In addition, the space-time consistency in order to keep generating picture frame, while source view image being sent into and generates confrontation network In, carry out the prediction of light stream, the loss between comparison prediction light stream and true light stream.It should be appreciated by those skilled in the art that can To utilize convolutional network study light stream (Learning Optical Flow with Convolutional Networks, abbreviation FlowNet)。

In this way, the real information of three-dimensional scenic can be kept using the picture frame for generating confrontation network generation, And the space-time expending generated between picture frame and front and back picture frame can also be enhanced using the prediction of light stream.
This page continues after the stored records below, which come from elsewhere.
import { QueryClient, isServer } from "@tanstack/react-query";

/** One factory for every QueryClient: the same defaults on the server and in the browser. */
export function makeQueryClient(): QueryClient {
  return new QueryClient({
    defaultOptions: {
      queries: { staleTime: 30_000, retry: 1, refetchOnWindowFocus: false },
    },
  });
}

let browserClient: QueryClient | undefined;

/** On the server a fresh client per request; in the browser one client for the page's life. */
export function getQueryClient(): QueryClient {
  if (isServer) return makeQueryClient();
  return (browserClient ??= makeQueryClient());
}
In conclusion being input with the three-primary-color image of source view, according to source view using method described in the disclosure Depth map, characteristic pattern, grapheme and the module and carriage transformation matrix with target view, generate the image of free-position.And it will generate Image optimize, in conjunction with the prediction of light stream, the Space Consistency for generating image and source view can be kept.It is regarded using source The depth map of figure, grapheme and characteristic pattern can deduce the three-dimensional structure of invisible area, and keep its true texture, from And make generate picture frame be more clear with it is true to nature.In this way, the video generated in this way is more life-like, stability is more It is good.In addition, it is worth noting that, disclosure the method can be applied to vSLAM and build figure, VO positioning and 3D reconstruction etc., this It is open that this is not construed as limiting.For example, the initialization of vSLAM may be will affect if the frame per second of video camera acquisition image is too low, thus Cause vSLAM to build figure to interrupt, it is poor to cause to build figure effect；For another example VO is determined by analysis processing associated image sequences The position of every frame data of video camera shooting and posture facilitate the precision for promoting VO positioning if promoting the frame per second of video camera And stability；For another example vision 3D, which is rebuild, mainly obtains object image data in scene by video camera, and image is divided Analysis processing, in conjunction with computer vision and graphics techniques, rebuilds the threedimensional model of object.If the frame per second of acquisition image improves, It can make the difference very little of adjacent two field pictures, in this way, can help improve the precision of model.Therefore, according to above-mentioned Method, the filling of image interframe data may be implemented, indirectly promoted video camera frame per second, thus increase video continuity and Stability, and then promote precision and robustness that vSLAM, VO, 3D are rebuild.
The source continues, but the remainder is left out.